#### [What you should do]
Reproduce the data, keeping every word exactly as it is.

#### [Data records]
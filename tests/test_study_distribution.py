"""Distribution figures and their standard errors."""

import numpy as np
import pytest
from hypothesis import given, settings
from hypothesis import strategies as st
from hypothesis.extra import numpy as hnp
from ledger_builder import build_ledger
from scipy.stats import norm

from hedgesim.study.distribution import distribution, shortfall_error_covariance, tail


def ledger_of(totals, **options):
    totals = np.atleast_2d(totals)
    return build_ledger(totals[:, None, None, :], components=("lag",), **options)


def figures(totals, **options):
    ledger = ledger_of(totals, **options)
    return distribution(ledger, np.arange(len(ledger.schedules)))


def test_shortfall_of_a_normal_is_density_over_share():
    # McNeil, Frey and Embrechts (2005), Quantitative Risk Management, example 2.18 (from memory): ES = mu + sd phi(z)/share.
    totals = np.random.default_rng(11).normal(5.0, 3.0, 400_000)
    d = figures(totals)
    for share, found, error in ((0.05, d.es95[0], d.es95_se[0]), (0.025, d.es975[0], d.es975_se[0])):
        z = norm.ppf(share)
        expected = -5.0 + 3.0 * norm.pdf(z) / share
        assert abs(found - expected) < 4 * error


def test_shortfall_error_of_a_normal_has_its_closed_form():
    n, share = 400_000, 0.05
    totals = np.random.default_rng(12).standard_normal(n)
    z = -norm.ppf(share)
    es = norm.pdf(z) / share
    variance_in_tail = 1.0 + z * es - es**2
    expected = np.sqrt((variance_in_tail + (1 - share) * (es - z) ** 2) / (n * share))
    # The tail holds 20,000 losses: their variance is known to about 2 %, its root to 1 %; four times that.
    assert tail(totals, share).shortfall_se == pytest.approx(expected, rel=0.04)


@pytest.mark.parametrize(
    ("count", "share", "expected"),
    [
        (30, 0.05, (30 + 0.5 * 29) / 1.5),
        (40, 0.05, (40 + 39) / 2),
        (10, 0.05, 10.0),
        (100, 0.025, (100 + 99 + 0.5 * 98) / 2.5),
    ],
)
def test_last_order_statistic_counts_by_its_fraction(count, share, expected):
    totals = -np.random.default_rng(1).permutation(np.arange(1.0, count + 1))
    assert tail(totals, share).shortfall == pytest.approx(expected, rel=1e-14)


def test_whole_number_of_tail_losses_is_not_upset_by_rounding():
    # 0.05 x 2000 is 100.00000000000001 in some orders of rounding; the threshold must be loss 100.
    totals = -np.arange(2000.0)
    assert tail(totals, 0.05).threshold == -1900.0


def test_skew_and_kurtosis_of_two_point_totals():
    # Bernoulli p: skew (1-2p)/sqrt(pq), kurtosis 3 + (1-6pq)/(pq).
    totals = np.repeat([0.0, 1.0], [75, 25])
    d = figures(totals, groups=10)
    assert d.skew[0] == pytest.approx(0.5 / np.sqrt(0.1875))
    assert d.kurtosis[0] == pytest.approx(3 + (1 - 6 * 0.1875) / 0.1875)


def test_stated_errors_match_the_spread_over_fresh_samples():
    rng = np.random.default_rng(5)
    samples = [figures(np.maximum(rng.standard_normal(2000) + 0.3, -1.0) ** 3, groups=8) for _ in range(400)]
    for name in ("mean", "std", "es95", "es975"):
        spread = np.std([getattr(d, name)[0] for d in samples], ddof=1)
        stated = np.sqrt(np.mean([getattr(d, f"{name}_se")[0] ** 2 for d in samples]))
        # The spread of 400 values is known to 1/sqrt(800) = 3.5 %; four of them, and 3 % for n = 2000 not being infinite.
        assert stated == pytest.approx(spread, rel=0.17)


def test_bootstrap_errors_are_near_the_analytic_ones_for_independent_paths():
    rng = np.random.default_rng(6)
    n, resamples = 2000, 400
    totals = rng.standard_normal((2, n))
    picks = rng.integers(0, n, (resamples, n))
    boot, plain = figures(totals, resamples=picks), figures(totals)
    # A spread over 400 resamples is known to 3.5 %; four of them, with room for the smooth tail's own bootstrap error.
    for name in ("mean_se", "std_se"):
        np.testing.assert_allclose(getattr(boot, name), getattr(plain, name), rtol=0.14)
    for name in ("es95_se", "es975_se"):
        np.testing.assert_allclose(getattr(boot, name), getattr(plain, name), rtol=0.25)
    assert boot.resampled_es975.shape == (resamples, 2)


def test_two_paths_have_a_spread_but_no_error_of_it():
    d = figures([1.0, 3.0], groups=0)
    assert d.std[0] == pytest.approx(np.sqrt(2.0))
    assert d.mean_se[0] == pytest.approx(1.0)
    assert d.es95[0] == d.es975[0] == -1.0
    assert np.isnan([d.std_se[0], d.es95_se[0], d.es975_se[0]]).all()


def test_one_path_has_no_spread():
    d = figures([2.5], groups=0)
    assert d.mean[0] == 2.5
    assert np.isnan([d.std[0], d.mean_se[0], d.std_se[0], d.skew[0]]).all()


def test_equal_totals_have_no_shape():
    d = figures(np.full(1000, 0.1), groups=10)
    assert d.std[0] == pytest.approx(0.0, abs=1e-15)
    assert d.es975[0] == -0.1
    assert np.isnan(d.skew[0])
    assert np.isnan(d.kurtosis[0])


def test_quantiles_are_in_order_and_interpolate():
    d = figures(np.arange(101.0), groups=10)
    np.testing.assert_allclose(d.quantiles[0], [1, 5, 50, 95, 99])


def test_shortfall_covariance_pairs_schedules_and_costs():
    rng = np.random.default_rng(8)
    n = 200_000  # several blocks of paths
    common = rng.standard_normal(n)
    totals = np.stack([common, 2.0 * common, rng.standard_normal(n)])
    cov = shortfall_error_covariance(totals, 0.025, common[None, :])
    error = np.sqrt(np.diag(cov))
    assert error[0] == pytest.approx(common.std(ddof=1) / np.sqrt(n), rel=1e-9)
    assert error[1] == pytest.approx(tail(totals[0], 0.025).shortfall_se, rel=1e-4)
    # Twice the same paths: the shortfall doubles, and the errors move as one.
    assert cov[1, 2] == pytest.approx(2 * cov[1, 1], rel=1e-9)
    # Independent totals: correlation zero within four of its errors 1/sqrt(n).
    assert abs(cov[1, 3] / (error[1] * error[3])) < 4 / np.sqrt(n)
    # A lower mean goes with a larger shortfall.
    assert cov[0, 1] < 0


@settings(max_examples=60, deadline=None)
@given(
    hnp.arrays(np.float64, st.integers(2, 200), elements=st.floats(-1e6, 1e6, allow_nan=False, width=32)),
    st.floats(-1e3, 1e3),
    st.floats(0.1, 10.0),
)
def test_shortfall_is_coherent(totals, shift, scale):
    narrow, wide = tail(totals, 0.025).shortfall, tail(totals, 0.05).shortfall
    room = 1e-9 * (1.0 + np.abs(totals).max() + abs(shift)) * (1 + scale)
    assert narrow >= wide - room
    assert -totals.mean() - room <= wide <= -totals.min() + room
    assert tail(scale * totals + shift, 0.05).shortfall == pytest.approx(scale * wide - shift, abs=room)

#### [Answer]
filename tests/test_study_distribution.py
"""Distribution figures and their standard errors."""

import numpy as np
import pytest
from hypothesis import given, settings
from hypothesis import strategies as st
from hypothesis.extra import numpy as hnp
from ledger_builder import build_ledger
from scipy.stats import norm

from hedgesim.study.distribution import distribution, shortfall_error_covariance, tail


def ledger_of(totals, **options):
    totals = np.atleast_2d(totals)
    return build_ledger(totals[:, None, None, :], components=("lag",), **options)


def figures(totals, **options):
    ledger = ledger_of(totals, **options)
    return distribution(ledger, np.arange(len(ledger.schedules)))


def test_shortfall_of_a_normal_is_density_over_share():
    # McNeil, Frey and Embrechts (2005), Quantitative Risk Management, example 2.18 (from memory): ES = mu + sd phi(z)/share.
    totals = np.random.default_rng(11).normal(5.0, 3.0, 400_000)
    d = figures(totals)
    for share, found, error in ((0.05, d.es95[0], d.es95_se[0]), (0.025, d.es975[0], d.es975_se[0])):
        z = norm.ppf(share)
        expected = -5.0 + 3.0 * norm.pdf(z) / share
        assert abs(found - expected) < 4 * error


def test_shortfall_error_of_a_normal_has_its_closed_form():
    n, share = 400_000, 0.05
    totals = np.random.default_rng(12).standard_normal(n)
    z = -norm.ppf(share)
    es = norm.pdf(z) / share
    variance_in_tail = 1.0 + z * es - es**2
    expected = np.sqrt((variance_in_tail + (1 - share) * (es - z) ** 2) / (n * share))
    # The tail holds 20,000 losses: their variance is known to about 2 %, its root to 1 %; four times that.
    assert tail(totals, share).shortfall_se == pytest.approx(expected, rel=0.04)


@pytest.mark.parametrize(
    ("count", "share", "expected"),
    [
        (30, 0.05, (30 + 0.5 * 29) / 1.5),
        (40, 0.05, (40 + 39) / 2),
        (10, 0.05, 10.0),
        (100, 0.025, (100 + 99 + 0.5 * 98) / 2.5),
    ],
)
def test_last_order_statistic_counts_by_its_fraction(count, share, expected):
    totals = -np.random.default_rng(1).permutation(np.arange(1.0, count + 1))
    assert tail(totals, share).shortfall == pytest.approx(expected, rel=1e-14)


def test_whole_number_of_tail_losses_is_not_upset_by_rounding():
    # 0.05 x 2000 is 100.00000000000001 in some orders of rounding; the threshold must be loss 100.
    totals = -np.arange(2000.0)
    assert tail(totals, 0.05).threshold == -1900.0


def test_skew_and_kurtosis_of_two_point_totals():
    # Bernoulli p: skew (1-2p)/sqrt(pq), kurtosis 3 + (1-6pq)/(pq).
    totals = np.repeat([0.0, 1.0], [75, 25])
    d = figures(totals, groups=10)
    assert d.skew[0] == pytest.approx(0.5 / np.sqrt(0.1875))
    assert d.kurtosis[0] == pytest.approx(3 + (1 - 6 * 0.1875) / 0.1875)


def test_stated_errors_match_the_spread_over_fresh_samples():
    rng = np.random.default_rng(5)
    samples = [figures(np.maximum(rng.standard_normal(2000) + 0.3, -1.0) ** 3, groups=8) for _ in range(400)]
    for name in ("mean", "std", "es95", "es975"):
        spread = np.std([getattr(d, name)[0] for d in samples], ddof=1)
        stated = np.sqrt(np.mean([getattr(d, f"{name}_se")[0] ** 2 for d in samples]))
        # The spread of 400 values is known to 1/sqrt(800) = 3.5 %; four of them, and 3 % for n = 2000 not being infinite.
        assert stated == pytest.approx(spread, rel=0.17)


def test_bootstrap_errors_are_near_the_analytic_ones_for_independent_paths():
    rng = np.random.default_rng(6)
    n, resamples = 2000, 400
    totals = rng.standard_normal((2, n))
    picks = rng.integers(0, n, (resamples, n))
    boot, plain = figures(totals, resamples=picks), figures(totals)
    # A spread over 400 resamples is known to 3.5 %; four of them, with room for the smooth tail's own bootstrap error.
    for name in ("mean_se", "std_se"):
        np.testing.assert_allclose(getattr(boot, name), getattr(plain, name), rtol=0.14)
    for name in ("es95_se", "es975_se"):
        np.testing.assert_allclose(getattr(boot, name), getattr(plain, name), rtol=0.25)
    assert boot.resampled_es975.shape == (resamples, 2)


def test_two_paths_have_a_spread_but_no_error_of_it():
    d = figures([1.0, 3.0], groups=0)
    assert d.std[0] == pytest.approx(np.sqrt(2.0))
    assert d.mean_se[0] == pytest.approx(1.0)
    assert d.es95[0] == d.es975[0] == -1.0
    assert np.isnan([d.std_se[0], d.es95_se[0], d.es975_se[0]]).all()


def test_one_path_has_no_spread():
    d = figures([2.5], groups=0)
    assert d.mean[0] == 2.5
    assert np.isnan([d.std[0], d.mean_se[0], d.std_se[0], d.skew[0]]).all()


def test_equal_totals_have_no_shape():
    d = figures(np.full(1000, 0.1), groups=10)
    assert d.std[0] == pytest.approx(0.0, abs=1e-15)
    assert d.es975[0] == -0.1
    assert np.isnan(d.skew[0])
    assert np.isnan(d.kurtosis[0])


def test_quantiles_are_in_order_and_interpolate():
    d = figures(np.arange(101.0), groups=10)
    np.testing.assert_allclose(d.quantiles[0], [1, 5, 50, 95, 99])


def test_shortfall_covariance_pairs_schedules_and_costs():
    rng = np.random.default_rng(8)
    n = 200_000  # several blocks of paths
    common = rng.standard_normal(n)
    totals = np.stack([common, 2.0 * common, rng.standard_normal(n)])
    cov = shortfall_error_covariance(totals, 0.025, common[None, :])
    error = np.sqrt(np.diag(cov))
    assert error[0] == pytest.approx(common.std(ddof=1) / np.sqrt(n), rel=1e-9)
    assert error[1] == pytest.approx(tail(totals[0], 0.025).shortfall_se, rel=1e-4)
    # Twice the same paths: the shortfall doubles, and the errors move as one.
    assert cov[1, 2] == pytest.approx(2 * cov[1, 1], rel=1e-9)
    # Independent totals: correlation zero within four of its errors 1/sqrt(n).
    assert abs(cov[1, 3] / (error[1] * error[3])) < 4 / np.sqrt(n)
    # A lower mean goes with a larger shortfall.
    assert cov[0, 1] < 0


@settings(max_examples=60, deadline=None)
@given(
    hnp.arrays(np.float64, st.integers(2, 200), elements=st.floats(-1e6, 1e6, allow_nan=False, width=32)),
    st.floats(-1e3, 1e3),
    st.floats(0.1, 10.0),
)
def test_shortfall_is_coherent(totals, shift, scale):
    narrow, wide = tail(totals, 0.025).shortfall, tail(totals, 0.05).shortfall
    room = 1e-9 * (1.0 + np.abs(totals).max() + abs(shift)) * (1 + scale)
    assert narrow >= wide - room
    assert -totals.mean() - room <= wide <= -totals.min() + room
    assert tail(scale * totals + shift, 0.05).shortfall == pytest.approx(scale * wide - shift, abs=room)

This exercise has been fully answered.